Hypnosis and Neuropsychology

Neurological imaging techniques provide no evidence of a neurological pattern that can be equated with a "hypnotic trance". Changes in brain activity have been found in some studies of highly responsive hypnotic subjects. These changes vary depending upon the type of suggestions being given.[77][78] However, what these results indicate is unclear. They may indicate that suggestions genuinely produce changes in perception or experience that are not simply a result of imagination. However, in normal circumstances without hypnosis, the brain regions associated with motion detection are activated both when motion is seen and when motion is imagined, without any changes in the subjects' perception or experience.[79] This may therefore indicate that highly suggestible hypnotic subjects are simply activating to a greater extent the areas of the brain used in imagination, without real perceptual changes. Another study has demonstrated that a color hallucination suggestion given to subjects in hypnosis activated color-processing regions of the occipital cortex.[80] A 2004 review of research examining the EEG laboratory work in this area concludes:

Hypnosis is not a unitary state and therefore should show different patterns of EEG activity depending upon the task being experienced. In our evaluation of the literature, enhanced theta is observed during hypnosis when there is task performance or concentrative hypnosis, but not when the highly hypnotizable individuals are passively relaxed, somewhat sleepy and/or more diffuse in their attention.[81]

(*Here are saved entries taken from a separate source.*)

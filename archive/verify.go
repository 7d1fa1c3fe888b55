package archive

import (
	"errors"
	"fmt"
	"os"
	"path/filepath"
	"sort"
	"strings"
	"time"
)

// Status is what Verify found of one entry.
type Status int

const (
	OK         Status = iota
	Damaged           // the file fails its check, or is filed under another root
	Missing           // the index lists it, but its file is gone
	Unindexed         // a good file that the index does not list
	Misindexed        // a good file of which the index says something else
	Stray             // a file under objects/ that is no archive entry
)

var statusNames = [...]string{"ok", "damaged", "missing", "not indexed", "misindexed", "stray"}

func (st Status) String() string { return statusNames[st] }

// Result is one entry of a verify.
type Result struct {
	Status  Status
	Root    string
	Path    string   // relative to the archive
	Verdict *Verdict // what the check established, for a file that passed
	Err     error    // what is wrong, for every status but OK
}

// VerifyOptions tune a verify.
type VerifyOptions struct {
	Sample  int  // audit this many blocks of each range instead of checking it in full
	Reindex bool // rebuild the index from the files that pass
	// Report, if set, is called with each result as it is found.
	Report func(Result)
}

// Summary counts the results of a verify.
type Summary struct {
	Count     [len(statusNames)]int
	IndexErr  error // the index is missing or damaged (and was not rebuilt)
	Reindexed int   // entries in a rebuilt index
}

// Problems is the number of entries found wrong, and 1 for an unusable
// index.
func (s Summary) Problems() int {
	n := 0
	for st, c := range s.Count {
		if Status(st) != OK {
			n += c
		}
	}
	if s.IndexErr != nil {
		n++
	}
	return n
}

// Verify re-checks every file of the archive against its root and the
// index, and the index against the files. With Reindex it writes a new
// index of the files that pass; the others are reported and left in place.
func (s *Store) Verify(o VerifyOptions) (Summary, error) {
	var sum Summary
	if s.o.Check == nil {
		return sum, errors.New("archive: Verify needs Options.Check")
	}
	files, strays, err := s.listObjects()
	if err != nil {
		return sum, err
	}
	report := func(r Result) {
		sum.Count[r.Status]++
		if o.Report != nil {
			o.Report(r)
		}
	}
	for _, p := range strays {
		report(Result{Status: Stray, Path: p, Err: errors.New("not an archive entry: its name is not ROOT.dcert in the directory of ROOT's first two hex digits")})
	}

	var rows []Entry
	if s.db != nil {
		if rows, err = s.entries(); err != nil {
			if !o.Reindex {
				return sum, err
			}
			s.indexErr, rows = err, nil
			s.db.Close()
			s.db = nil
		}
	}
	byRoot := map[string]*Entry{}
	for i := range rows {
		byRoot[rows[i].Root] = &rows[i]
	}
	// The index's order (sieves first), then the files it does not list.
	var order []string
	for _, e := range rows {
		if _, ok := files[e.Root]; ok {
			order = append(order, e.Root)
		}
	}
	var unlisted []string
	for root := range files {
		if byRoot[root] == nil {
			unlisted = append(unlisted, root)
		}
	}
	sort.Strings(unlisted)
	order = append(order, unlisted...)

	var good []Entry
	var checked []Entry
	for _, root := range order {
		r, e := s.verifyOne(root, byRoot[root], files, o)
		if r.Status == OK || (o.Reindex && (r.Status == Unindexed || r.Status == Misindexed)) {
			good = append(good, e)
			if r.Status == OK && !o.Reindex {
				checked = append(checked, e)
			}
			if o.Reindex {
				r.Status, r.Err = OK, nil
			}
		}
		report(r)
	}
	for _, e := range rows {
		if _, ok := files[e.Root]; !ok {
			msg := "the index lists it, but its file is gone"
			if o.Reindex {
				msg += "; the rebuilt index no longer lists it"
			}
			report(Result{Status: Missing, Root: e.Root, Path: e.Path, Err: errors.New(msg)})
		}
	}

	if o.Reindex {
		if s.db != nil {
			s.db.Close()
			s.db = nil
		}
		if err := s.newIndex(good); err != nil {
			return sum, err
		}
		s.indexErr = nil
		if err := s.openIndex(false); err != nil {
			return sum, err
		}
		sum.Reindexed = len(good)
		return sum, s.indexReady()
	}
	if s.db == nil {
		sum.IndexErr = s.indexErr
		return sum, nil
	}
	return sum, s.noteChecked(checked)
}

// verifyOne re-checks the file of root against its index entry (nil if
// none) and returns the result and the entry a new index would hold.
func (s *Store) verifyOne(root string, row *Entry, files map[string]string, o VerifyOptions) (Result, Entry) {
	path := files[root]
	res := Result{Root: root, Path: path}
	full := filepath.Join(s.dir, filepath.FromSlash(path))
	f, err := os.Open(full)
	if err != nil {
		res.Status, res.Err = Damaged, fmt.Errorf("%w: cannot read: %v", ErrMalformed, err)
		return res, Entry{}
	}
	defer f.Close()
	fi, err := f.Stat()
	if err != nil {
		res.Status, res.Err = Damaged, fmt.Errorf("%w: cannot read: %v", ErrMalformed, err)
		return res, Entry{}
	}
	v, err := s.o.Check(Subject{Name: full, R: f, Size: fi.Size(), Sample: o.Sample, Sieve: func(r string) (string, error) {
		if p, ok := files[r]; ok {
			return filepath.Join(s.dir, filepath.FromSlash(p)), nil
		}
		return "", &SieveMissingError{Root: r}
	}})
	if err == nil {
		err = v.sane()
	}
	if err == nil && v.Root != root {
		err = fmt.Errorf("%w: its root is %s: it is filed under another root", ErrInvalid, v.Root)
	}
	if err != nil {
		res.Status, res.Err = Damaged, err
		return res, Entry{}
	}
	res.Verdict = &v
	mode := "full"
	if v.Audit != "" {
		mode = v.Audit
	}
	e := Entry{Verdict: v, Path: path, Size: fi.Size(), Added: fi.ModTime().UTC().Format(time.RFC3339), Checked: now(), CheckMode: mode}
	switch {
	case row == nil:
		res.Status, res.Err = Unindexed, errors.New("a good file that the index does not list")
	default:
		e.Added = row.Added
		if d := differences(row, &v, fi.Size()); d != "" {
			res.Status, res.Err = Misindexed, fmt.Errorf("the index says %s", d)
		}
	}
	return res, e
}

// differences lists what the index says of a file that its check does
// not. The claim's wording is left out: it may change between versions
// of the checker while the facts stay the same.
func differences(row *Entry, v *Verdict, size int64) string {
	var d []string
	cmp := func(what string, idx, file any) {
		if idx != file {
			d = append(d, fmt.Sprintf("%s %v where the file has %v", what, idx, file))
		}
	}
	cmp("kind", row.Kind, v.Kind)
	cmp("map", row.Map, v.Map)
	cmp("k", row.K, v.K)
	cmp("j", row.J, v.J)
	cmp("lo", row.Lo, v.Lo)
	cmp("hi", row.Hi, v.Hi)
	cmp("sieve root", row.SieveRoot, v.SieveRoot)
	cmp("size", row.Size, size)
	return strings.Join(d, ", ")
}

// noteChecked records when the entries last passed a check.
func (s *Store) noteChecked(es []Entry) error {
	if len(es) == 0 {
		return nil
	}
	tx, err := s.db.Begin()
	if err != nil {
		return s.damaged(err)
	}
	defer tx.Rollback()
	for _, e := range es {
		if _, err := tx.Exec(`UPDATE certificates SET checked = ?, check_mode = ? WHERE root = ?`, e.Checked, e.CheckMode, e.Root); err != nil {
			return s.damaged(err)
		}
	}
	return s.damaged(tx.Commit())
}

// listObjects lists the certificate files under objects/ by root, and the
// paths of anything else there.
func (s *Store) listObjects() (files map[string]string, strays []string, err error) {
	files = map[string]string{}
	objects := filepath.Join(s.dir, objectsDir)
	subs, err := os.ReadDir(objects)
	if err != nil {
		return nil, nil, err
	}
	for _, sub := range subs {
		rel := objectsDir + "/" + sub.Name()
		if !sub.IsDir() {
			strays = append(strays, rel)
			continue
		}
		es, err := os.ReadDir(filepath.Join(objects, sub.Name()))
		if err != nil {
			return nil, nil, err
		}
		for _, e := range es {
			root, ok := strings.CutSuffix(e.Name(), ".dcert")
			p := rel + "/" + e.Name()
			if !ok || !IsRoot(root) || root[:2] != sub.Name() || !e.Type().IsRegular() {
				strays = append(strays, p)
				continue
			}
			files[root] = p
		}
	}
	return files, strays, nil
}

The induction phase of hypnosis may also affect the activity in brain regions which control intention and process conflict. Anna Gosline claims:

"Gruzelier and his colleagues studied brain activity using an fMRI while subjects completed a standard cognitive exercise, called the Stroop task.
The team screened subjects before the study and chose 12 that were highly susceptible to hypnosis and 12 with low susceptibility. They all completed the task in the fMRI under normal conditions and then again under hypnosis.
Throughout the study, both groups were consistent in their task results, achieving similar scores regardless of their mental state. During their first task session, before hypnosis, there were no significant differences in brain activity between the groups.
But under hypnosis, Gruzelier found that the highly susceptible subjects showed significantly more brain activity in the anterior cingulate gyrus than the weakly susceptible subjects. This area of the brain has been shown to respond to errors and evaluate emotional outcomes.
The highly susceptible group also showed much greater brain activity on the left side of the prefrontal cortex than the weakly susceptible group. This is an area involved with higher level cognitive processing and behaviour."[82][83]